* _Goal of the exercise_
Could you copy out all of the entries exactly?
*** Exercise material Section Begins ***
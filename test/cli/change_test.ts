import { describe, it } from "node:test";
import { expect } from "expect";
import { ROOT, runCli } from "../_run_cli.ts";

const fixture = (p: string) => `${ROOT}test/fixtures/${p}`;
const run = runCli;

describe("crystint change (machine contract)", () => {
  it("--json rows carry sample, file, from, to, observer, dE00, dEab, dL, dC, dh", async () => {
    const r = await run(
      "change",
      fixture("colour/colour_change_5nm.csv"),
      "--from",
      "D65",
      "--to",
      "A",
      "--observer",
      "10",
      "--json",
    );
    expect(r.code).toBe(0);
    const [row] = JSON.parse(r.stdout);
    for (
      const k of ["sample", "file", "from", "to", "observer", "dE00", "dEab", "dL", "dC", "dh"]
    ) expect(row).toHaveProperty(k);
    expect(row.from).toBe("D65");
    expect(row.to).toBe("A");
    expect(row.observer).toBe("10");
    expect(row.dh).toBeGreaterThan(-180);
    expect(row.dh).toBeLessThanOrEqual(180);
  });
  it("--adapt takes cat16 or bradford; anything else is a usage error", async () => {
    expect((await run("change", fixture("colour/ramp_2nm.csv"), "--adapt", "cat16", "--json")).code)
      .toBe(0);
    expect((await run("change", fixture("colour/ramp_2nm.csv"), "--adapt", "vonkries")).code).toBe(
      1,
    );
  });
  it("color --reflection host without a host says it uses corundum; with a host it runs", async () => {
    const bare = await run(
      "color",
      fixture("colour/ramp_2nm.csv"),
      "--reflection",
      "host",
      "--thickness",
      "2",
      "--json",
    );
    expect(bare.code).toBe(0);
    expect(bare.stderr).toMatch(/using corundum indices/);
    const r = await run(
      "color",
      fixture("colour/ramp_2nm.csv"),
      "--thickness",
      "2",
      "--path",
      "5",
      "--host",
      "spinel",
      "--json",
    );
    expect(r.code).toBe(0);
    expect(JSON.parse(r.stdout)[0].pathMm).toBe(5);
  });
});

describe("crystint pleochroism and metamerism", () => {
  it("pleochroism of two files: o, e, unpolarised colours and dE00oe; missing thickness is a usage error", async () => {
    const o = fixture("colour/cr_corundum_1nm.csv"), e = fixture("colour/colour_change_5nm.csv");
    const r = await run("pleochroism", o, e, "--thickness", "2", "--path", "4", "--json");
    expect(r.code).toBe(0);
    const rows = JSON.parse(r.stdout);
    expect(rows.length).toBe(2);
    for (const k of ["Lo", "ao", "bo", "Le", "ae", "be", "Lu", "au", "bu", "dE00oe"]) {
      expect(rows[0]).toHaveProperty(k);
    }
    expect(rows[0].dE00oe).toBeGreaterThan(1);
    expect((await run("pleochroism", o, e, "--path", "4")).code).toBe(1);
  });
  it("metamerism index is 0 for a specimen against itself", async () => {
    const a = fixture("colour/ti_blue_2nm.csv");
    const r = await run("metamerism", a, a, "--test", "A,F11", "--json");
    expect(r.code).toBe(0);
    const rows = JSON.parse(r.stdout);
    expect(rows.map((x: { test: string }) => x.test)).toEqual(["A", "F11"]);
    expect(rows[0].index00).toBe(0);
  });
  it("--sellmeier gives your own dispersion for the surfaces", async () => {
    const r = await run(
      "color",
      fixture("colour/ramp_2nm.csv"),
      "--thickness",
      "2",
      "--path",
      "4",
      "--sellmeier",
      "1.43,0.65,5.34:0.0727,0.119,18.03",
      "--json",
    );
    expect(r.code).toBe(0);
  });
});

describe("crystint series", () => {
  it("--json gives the points, the path of maximum chroma and the path to a target L*", async () => {
    const r = await run(
      "series",
      fixture("colour/cr_corundum_1nm.csv"),
      "--thickness",
      "2",
      "--from",
      "1",
      "--to",
      "20",
      "--steps",
      "19",
      "--target-l",
      "50",
      "--json",
    );
    expect(r.code).toBe(0);
    const [s] = JSON.parse(r.stdout);
    expect(s.points.length).toBe(20);
    expect(s.points[0].pathMm).toBe(1);
    expect(s.maxChromaPathMm).toBeGreaterThan(1);
    expect(s.targetLightnessPathMm).toBeGreaterThan(1);
    expect(
      (await run("series", fixture("colour/cr_corundum_1nm.csv"), "--from", "5", "--to", "2")).code,
    ).toBe(1);
  });
});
*** Exercise material Section Ends ***
* _Reply to the exercise_
filename test/cli/change_test.ts
import { describe, it } from "node:test";
import { expect } from "expect";
import { ROOT, runCli } from "../_run_cli.ts";

const fixture = (p: string) => `${ROOT}test/fixtures/${p}`;
const run = runCli;

describe("crystint change (machine contract)", () => {
  it("--json rows carry sample, file, from, to, observer, dE00, dEab, dL, dC, dh", async () => {
    const r = await run(
      "change",
      fixture("colour/colour_change_5nm.csv"),
      "--from",
      "D65",
      "--to",
      "A",
      "--observer",
      "10",
      "--json",
    );
    expect(r.code).toBe(0);
    const [row] = JSON.parse(r.stdout);
    for (
      const k of ["sample", "file", "from", "to", "observer", "dE00", "dEab", "dL", "dC", "dh"]
    ) expect(row).toHaveProperty(k);
    expect(row.from).toBe("D65");
    expect(row.to).toBe("A");
    expect(row.observer).toBe("10");
    expect(row.dh).toBeGreaterThan(-180);
    expect(row.dh).toBeLessThanOrEqual(180);
  });
  it("--adapt takes cat16 or bradford; anything else is a usage error", async () => {
    expect((await run("change", fixture("colour/ramp_2nm.csv"), "--adapt", "cat16", "--json")).code)
      .toBe(0);
    expect((await run("change", fixture("colour/ramp_2nm.csv"), "--adapt", "vonkries")).code).toBe(
      1,
    );
  });
  it("color --reflection host without a host says it uses corundum; with a host it runs", async () => {
    const bare = await run(
      "color",
      fixture("colour/ramp_2nm.csv"),
      "--reflection",
      "host",
      "--thickness",
      "2",
      "--json",
    );
    expect(bare.code).toBe(0);
    expect(bare.stderr).toMatch(/using corundum indices/);
    const r = await run(
      "color",
      fixture("colour/ramp_2nm.csv"),
      "--thickness",
      "2",
      "--path",
      "5",
      "--host",
      "spinel",
      "--json",
    );
    expect(r.code).toBe(0);
    expect(JSON.parse(r.stdout)[0].pathMm).toBe(5);
  });
});

describe("crystint pleochroism and metamerism", () => {
  it("pleochroism of two files: o, e, unpolarised colours and dE00oe; missing thickness is a usage error", async () => {
    const o = fixture("colour/cr_corundum_1nm.csv"), e = fixture("colour/colour_change_5nm.csv");
    const r = await run("pleochroism", o, e, "--thickness", "2", "--path", "4", "--json");
    expect(r.code).toBe(0);
    const rows = JSON.parse(r.stdout);
    expect(rows.length).toBe(2);
    for (const k of ["Lo", "ao", "bo", "Le", "ae", "be", "Lu", "au", "bu", "dE00oe"]) {
      expect(rows[0]).toHaveProperty(k);
    }
    expect(rows[0].dE00oe).toBeGreaterThan(1);
    expect((await run("pleochroism", o, e, "--path", "4")).code).toBe(1);
  });
  it("metamerism index is 0 for a specimen against itself", async () => {
    const a = fixture("colour/ti_blue_2nm.csv");
    const r = await run("metamerism", a, a, "--test", "A,F11", "--json");
    expect(r.code).toBe(0);
    const rows = JSON.parse(r.stdout);
    expect(rows.map((x: { test: string }) => x.test)).toEqual(["A", "F11"]);
    expect(rows[0].index00).toBe(0);
  });
  it("--sellmeier gives your own dispersion for the surfaces", async () => {
    const r = await run(
      "color",
      fixture("colour/ramp_2nm.csv"),
      "--thickness",
      "2",
      "--path",
      "4",
      "--sellmeier",
      "1.43,0.65,5.34:0.0727,0.119,18.03",
      "--json",
    );
    expect(r.code).toBe(0);
  });
});

describe("crystint series", () => {
  it("--json gives the points, the path of maximum chroma and the path to a target L*", async () => {
    const r = await run(
      "series",
      fixture("colour/cr_corundum_1nm.csv"),
      "--thickness",
      "2",
      "--from",
      "1",
      "--to",
      "20",
      "--steps",
      "19",
      "--target-l",
      "50",
      "--json",
    );
    expect(r.code).toBe(0);
    const [s] = JSON.parse(r.stdout);
    expect(s.points.length).toBe(20);
    expect(s.points[0].pathMm).toBe(1);
    expect(s.maxChromaPathMm).toBeGreaterThan(1);
    expect(s.targetLightnessPathMm).toBeGreaterThan(1);
    expect(
      (await run("series", fixture("colour/cr_corundum_1nm.csv"), "--from", "5", "--to", "2")).code,
    ).toBe(1);
  });
});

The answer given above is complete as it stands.